Chief Justice of the Supreme Court of Pennsylvania
- In office November 1, 1952 – December 29, 1956
- Preceded by: James B. Drew
- Succeeded by: Charles Alvin Jones

Justice of the Supreme Court of Pennsylvania
- In office January 6, 1936 – November 1, 1952

Personal details
- Born: August 7, 1878 North Philadelphia, Pennsylvania, U.S.
- Died: April 15, 1969 (aged 90)
- Relations: Henry Friendly (son-in-law) Rose Goldsmith Stern (sister-in-law)
- Education: University of Pennsylvania (BA, LLB)

= Horace Stern =

American judge (1878–1969)

Horace Stern (August 7, 1878 - April 15, 1969) was the chief justice of the Supreme Court of Pennsylvania from 1 November 1952 to 29 December 1956. He became chief justice after serving on the court from 6 January 1936.

==Biography==
Stern was born to a Jewish family in North Philadelphia, one of eight children. He graduated from the University of Pennsylvania in 1899, and from the University of Pennsylvania Law School summa cum laude in 1902.

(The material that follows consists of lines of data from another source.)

def combustion(fuel, oxidant="air", *, excess_air=None, air_ratio=None, phi=None, o2_dry=None,
               o2_wet=None, T_ref_K: float = 298.15, T_meter_K: float = T_NORMAL,
               P_meter_Pa: float = P_NORMAL, T_fuel_K: float = T_REF, T_oxidant_K: float = T_REF,
               P_flue_Pa: float = P_NORMAL, data=(), source=None, **kw) -> CombustionResult:
    """Frozen complete combustion of a fuel with an oxidant.

    Parameters
    ----------
    fuel : Fuel, spec table (dict), or text ('CH4=0.9,C2H6=0.06,N2=0.04', a species, a TOML file)
    oxidant : Oxidant, table, or text ('air', 'air,rh=60%,T=25C', 'air,O2=30%', 'O2=0.3,N2=0.7')
    excess_air : %; or air_ratio (λ, also accepted as ``lambda=``), phi (φ = 1/λ),
        o2_dry / o2_wet (measured flue-gas O2, % by volume): exactly one
    T_ref_K : combustion reference temperature of the heating values: 298.15, 293.15,
        288.7056 (60 °F), 288.15 or 273.15 K (ISO 6976)
    T_meter_K, P_meter_Pa : metering conditions of normal volumes (default 0 °C, 101.325 kPa)
    T_fuel_K, T_oxidant_K : inlet temperatures for the adiabatic flame temperature
    P_flue_Pa : flue-gas pressure for the water dew point

    Returns
    -------
    CombustionResult

    Raises
    ------
    TablegenError (or SpecError for tables) naming the bad input.
    """
    from .saturation import T_sat_K, h_vap_J_per_kg, P_LOW_IF97
    from .thermo.build import mixture_substance
    if "lambda" in kw:
        if air_ratio is not None:
            raise TablegenError("give lambda or air_ratio, not both")
        air_ratio = kw.pop("lambda")
    if kw:
        raise TypeError(f"combustion() got unknown arguments: {', '.join(kw)}")
    data = tuple(data)
    if isinstance(fuel, Fuel):
        f = fuel
    elif isinstance(fuel, dict):
        if fuel and not any(k in FUEL_KEYS for k in fuel):      # a bare {species: mole fraction}
            fuel = {"composition": fuel}
        f = fuel_from_table(fuel, "fuel", data=data, source=source)
    else:
        f = fuel_from_text(fuel, data=data, source=source)
    if isinstance(oxidant, Oxidant):
        ox = oxidant
    elif isinstance(oxidant, dict):
        ox = oxidant_from_table(oxidant, "oxidant", data=data, source=source)
    else:
        ox = oxidant_from_text(oxidant or "air", data=data, source=source)
    T_ref = _num(T_ref_K, "combustion reference temperature (K)")
    if not any(abs(T_ref - v) < 0.01 for v in REFERENCE_TEMPERATURES_K.values()):
        raise TablegenError(f"combustion reference temperature {T_ref:g} K is not one ISO 6976 allows; "
                            f"allowed: {', '.join(REFERENCE_TEMPERATURES_K)}")
    for nm, v in (("metering temperature", T_meter_K), ("metering pressure", P_meter_Pa),
                  ("fuel temperature", T_fuel_K), ("oxidant temperature", T_oxidant_K),
                  ("flue-gas pressure", P_flue_Pa)):
        _num(v, nm, lo=0.0, lo_open=True)

    o2_need = _oxygen_need(f.elements)
    if o2_need <= 0:
        raise TablegenError(f"fuel {f.id}: needs no oxygen (no C, H or S beyond its own O): nothing to burn")
    n_st = o2_need / ox.y_O2                          # mol oxidant per kg fuel, stoichiometric
    p0 = _products_at(f, ox, 0.0)
    wet0 = sum(p0.values())
    dry0 = wet0 - p0["H2O"]
    if o2_dry is not None:
        p1 = _products_at(f, ox, n_st)
        if sum(v for k, v in p1.items() if k not in ("H2O", "O2")) <= 1e-12 * sum(p1.values()):
            raise TablegenError("this dry flue gas would hold nothing but O2, so a dry O2 reading cannot fix "
                                "the amount of oxidant; give the wet O2, lambda or excess air")
    lam = _solve_air_ratio(excess_air=excess_air, air_ratio=air_ratio, phi=phi, o2_dry=o2_dry, o2_wet=o2_wet,
                           o2_need=o2_need, n_ox_st=n_st, wet0=wet0, dry0=dry0, ox=ox)
    n_ox = lam * n_st
    prod = _products_at(f, ox, n_ox)
    if abs(prod["O2"]) <= LAMBDA_ROUNDOFF * o2_need:      # λ = 1: round-off of O2 need - supply
        prod["O2"] = 0.0
    elif prod["O2"] < 0:  # pragma: no cover - λ >= 1 is enforced above
        raise TablegenError("oxidant short of stoichiometric; complete combustion needs lambda >= 1")
    prod = {k: prod[k] for k in PRODUCT_ORDER if prod.get(k, 0.0) > 0}
    N_wet = sum(prod.values())
    N_dry = N_wet - prod.get("H2O", 0.0)
    lib = _lib(data)
    recs = {k: lib.record(k, source=source) for k in prod}
    y_wet = {k: v / N_wet for k, v in prod.items()}
    has_dry = N_dry > 1e-12 * N_wet          # hydrogen in pure O2 at λ = 1 leaves water only
    y_dry = {k: v / N_dry for k, v in prod.items() if k != "H2O"} if has_dry else {}
    m_wet = sum(v * recs[k].M for k, v in prod.items()) * 1e-3        # kg per kg fuel
    m_dry = m_wet - prod.get("H2O", 0.0) * recs["H2O"].M * 1e-3 if "H2O" in prod else m_wet
    if not has_dry:
        N_dry = m_dry = 0.0
    w_wet = {k: v * recs[k].M * 1e-3 / m_wet for k, v in prod.items()}
    w_dry = {k: v * recs[k].M * 1e-3 / m_dry for k, v in prod.items() if k != "H2O"} if has_dry else {}
    amount_key, amount_value = _given_amount(excess_air, air_ratio, phi, o2_dry, o2_wet)
    amount = f"{amount_key}={_g(amount_value)}"
    if f.spec and ox.spec:
        base_id = f"flue@{f.spec}@{amount}" + ("" if ox.spec == "air" else f"@{ox.spec}")
    else:
        base_id = f"flue gas of {f.id} with {ox.id} at {amount}"
    products = mixture_substance([(recs[k], v) for k, v in y_wet.items()], "mole", id=base_id,
                                 name=f"flue gas of {f.name} with {ox.name} at λ = {lam:.4g} (wet)",
                                 what="flue gas")
    products_dry = mixture_substance([(recs[k], v) for k, v in y_dry.items()], "mole",
                                     id=base_id + ("@dry" if base_id.startswith("flue@") else " (dry)"),
                                     name=f"flue gas of {f.name} with {ox.name} at λ = {lam:.4g} (dry)",
                                     what="dry flue gas") if has_dry else None

    notes = list(f.notes) + list(ox.notes)
    # ---------------------------------------------------------- ratios and volumes
    Vm = _normal_molar_volume(T_meter_K, P_meter_Pa)                    # m³/mol
    M_ox = ox.M * 1e-3
    s: dict = {
        "lambda": lam, "excess_air_percent": (lam - 1) * 100, "phi": 1 / lam,
        "oxygen_stoich_mol_per_kg": o2_need,
        "afr_mass_stoich": n_st * M_ox, "afr_mass": n_ox * M_ox,
        "afr_mass_dry_oxidant_stoich": n_st * (ox.M - ox.y_H2O * _M_H2O()) * 1e-3,
        "oxidant_volume_per_kg_stoich": n_st * Vm, "oxidant_volume_per_kg": n_ox * Vm,
        "products_wet": y_wet, "products_dry": y_dry,
        "products_wet_mass": w_wet, "products_dry_mass": w_dry,
        "flue_gas_mol_wet_per_kg": N_wet, "flue_gas_mol_dry_per_kg": N_dry,
        "flue_gas_mass_wet_per_kg": m_wet, "flue_gas_mass_dry_per_kg": m_dry,
        "flue_gas_volume_wet_per_kg": N_wet * Vm, "flue_gas_volume_dry_per_kg": N_dry * Vm,
        "M_flue_wet": products.M, "M_flue_dry": products_dry.M if has_dry else None,
        "metering_T_K": T_meter_K, "metering_P_Pa": P_meter_Pa,
        "combustion_reference_T_K": T_ref, "ash_mass_per_kg": f.ash,
    }
    s["afr_mass_dry_oxidant"] = s["afr_mass_dry_oxidant_stoich"] * lam
    if f.kind == "gas":
        Mf = f.M * 1e-3
        s.update(afr_molar_stoich=n_st * Mf, afr_molar=n_ox * Mf,
                 afr_volume_stoich=n_st * Mf, afr_volume=n_ox * Mf,     # ideal gas: volume ratio = mole ratio
                 flue_gas_volume_wet_per_m3_fuel=N_wet * Mf, flue_gas_volume_dry_per_m3_fuel=N_dry * Mf)
    elif f.kind == "formula":
        Mf = f.M * 1e-3
        s.update(afr_molar_stoich=n_st * Mf, afr_molar=n_ox * Mf, afr_volume_stoich=None, afr_volume=None,
                 flue_gas_volume_wet_per_m3_fuel=None, flue_gas_volume_dry_per_m3_fuel=None)
    else:
        s.update(afr_molar_stoich=None, afr_molar=None, afr_volume_stoich=None, afr_volume=None,
                 flue_gas_volume_wet_per_m3_fuel=None, flue_gas_volume_dry_per_m3_fuel=None)

    # ---------------------------------------------------------- dew point
    yw = y_wet.get("H2O", 0.0)
    pw = yw * P_flue_Pa
    s["flue_pressure_Pa"] = P_flue_Pa
    s["water_partial_pressure_Pa"] = pw
    if pw >= P_LOW_IF97:
        s["dew_point_K"] = float(T_sat_K(pw))
        s["dew_point_note"] = "water dew point: IAPWS-IF97 saturation temperature (eq. 31) at the water partial pressure"
    else:
        s["dew_point_K"] = None
        s["dew_point_note"] = (f"water partial pressure {pw:.4g} Pa is below 611.2 Pa: the dew point lies below "
                               f"0 °C (frost point, not computed)")

    # ---------------------------------------------------------- heating values
    ext_any = False
    hf, e1 = f.h_J_per_kg(T_ref, data, source)
    h_o2, e2 = _h_molar("O2", T_ref, data, source)
    stoich_prod = _products_of_fuel_per_kg(f.elements, f.moisture)
    hp_vap, e3 = _h_products(stoich_prod, T_ref, data, source, liquid_water=False)
    hp_liq, _ = _h_products(stoich_prod, T_ref, data, source, liquid_water=True)
    ext_any = e1 or e2 or e3
    h_react = hf + o2_need * h_o2
    lhv = h_react - hp_vap                                             # J/kg
    hhv = h_react - hp_liq
    dh_vap = float(h_vap_J_per_kg(T_ref))
    s.update(lhv_mass=lhv * 1e-6, hhv_mass=hhv * 1e-6, h_vap_water_J_per_kg=dh_vap,
             water_formed_kg_per_kg=stoich_prod["H2O"] * _M_H2O() * 1e-3)
    if f.M is not None:
        Mf = f.M * 1e-3
        s.update(lhv_molar=lhv * Mf * 1e-3, hhv_molar=hhv * Mf * 1e-3)     # MJ/kmol = kJ/mol
    else:
        s.update(lhv_molar=None, hhv_molar=None)
    if f.kind == "gas":
        s.update(lhv_volume=lhv * f.M * 1e-3 / Vm * 1e-6, hhv_volume=hhv * f.M * 1e-3 / Vm * 1e-6)  # MJ/m³
    else:
        s.update(lhv_volume=None, hhv_volume=None)
    notes.append(f"heating values at {T_ref:g} K from the enthalpies of formation of the data; water condensed "
                 f"with Δh_vap = {dh_vap / 1000:.2f} kJ/kg at {T_ref:g} K (Wagner & Pruss 1993 with Clapeyron)")
    if f.kind == "gas":
        notes.append(f"volumes are ideal-gas normal volumes at {T_meter_K:g} K and {P_meter_Pa / 1000:g} kPa "
                     f"(no compression factor)")

    # ---------------------------------------------------------- adiabatic flame temperature
    hfu, e4 = f.h_J_per_kg(T_fuel_K, data, source)
    hox, e5 = ox.h_molar(T_oxidant_K, data, source)
    H = hfu + n_ox * hox                                                 # J per kg fuel
    h_lo, h_hi = products.properties(np.array([products.T_min, products.T_max]), molar_only=True)["h_molar"]
    if H / N_wet > h_hi:
        # e.g. rich in O2: the frozen temperature lies above the data; the rest of the result stands
        T_ad = None
        notes.append(f"the frozen adiabatic flame temperature lies above {products.T_max:g} K, the upper end "
                     f"of the flue-gas data, and is not given")
    elif H / N_wet < h_lo:
        raise RangeError(f"adiabatic flame temperature lies below the data range of the flue gas "
                         f"({products.T_min:g}-{products.T_max:g} K); check the inlet temperatures")
    else:
        T_ad = float(products.T_from("h_molar", np.array([H / N_wet]))[0])
    s.update(t_adiabatic_K=T_ad, T_fuel_K=T_fuel_K, T_oxidant_K=T_oxidant_K)
    if f.kind != "gas" and f.cp is None and abs(T_fuel_K - f.T_h_ref) > 0.01:
        notes.append(f"fuel inlet temperature {T_fuel_K:g} K differs from {f.T_h_ref:g} K but the fuel cp is "
                     f"not given: its sensible heat is neglected in the flame temperature")
    if f.ash > 0:
        notes.append("ash is inert and takes up no heat in the flame temperature")
    if ext_any or e4 or e5:
        notes.append("some species enthalpies were evaluated slightly below the lower end of their data "
                     "(SO2 and H2S data start at 300 K) with the lowest interval extrapolated")

    cautions = list(CAUTIONS)
    if T_ad is None:
        cautions.insert(1, f"The frozen adiabatic flame temperature would lie above {products.T_max:g} K and is "
                           f"not given; dissociation (CO, H2, OH, O, H, NO) holds a real flame far below it.")
    elif T_ad > T_DISSOCIATION_WARN:
        cautions.insert(1, f"The adiabatic flame temperature {T_ad:.0f} K is above {T_DISSOCIATION_WARN:.0f} K: "
                           f"dissociation (CO, H2, OH, O, H, NO) would lower it, so the frozen value is an upper bound.")
    if "SO2" in prod:
        cautions.insert(1, "The fuel contains sulfur: the flue gas carries SO2 (and SO3 in practice); "
                           "surfaces below the acid dew point corrode.")
    s["fuel"] = f.describe()
    s["oxidant"] = ox.describe()
    s["notes"] = notes
    s["cautions"] = cautions
    # the cautions travel with the substances, into every table, chart and state output
    products = replace(products, cautions=tuple(cautions), _cache={})
    if products_dry is not None:
        products_dry = replace(products_dry, cautions=tuple(cautions), _cache={})
    result = CombustionResult(fuel=f, oxidant=ox, air_ratio=lam, products=products, products_dry=products_dry,
                              moles_per_kg=prod, summary=s, cautions=cautions)
    _MADE[products.id] = result
    if products_dry is not None:
        _MADE[products_dry.id] = result
    return result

Prior to his elevation to the bench, Stern was a professor at University of Pennsylvania Law School, where his portrait still hangs today. He went on to co-found of the law firm of Wolf, Block, Schorr & Solis-Cohen (later called WolfBlock) in 1903, before taking an appointment to the Philadelphia County Court of Common Pleas in 1920.

Stern was the first Jew to serve on the Pennsylvania Supreme Court and the second Jewish trustee of the University of Pennsylvania (and first since Moses Levy, whose term as trustee started in 1802 and ended in 1826). He was also very active within Philadelphia's Jewish community, having served as president of the Federation of Jewish Charities (now the Jewish Federation of Greater Philadelphia) and having been a founder of the American Jewish Committee.

Stern's daughter Sophie Stern married Henry Friendly in 1930. Stern's brother Sidney was married to clubwoman Rose Goldsmith Stern.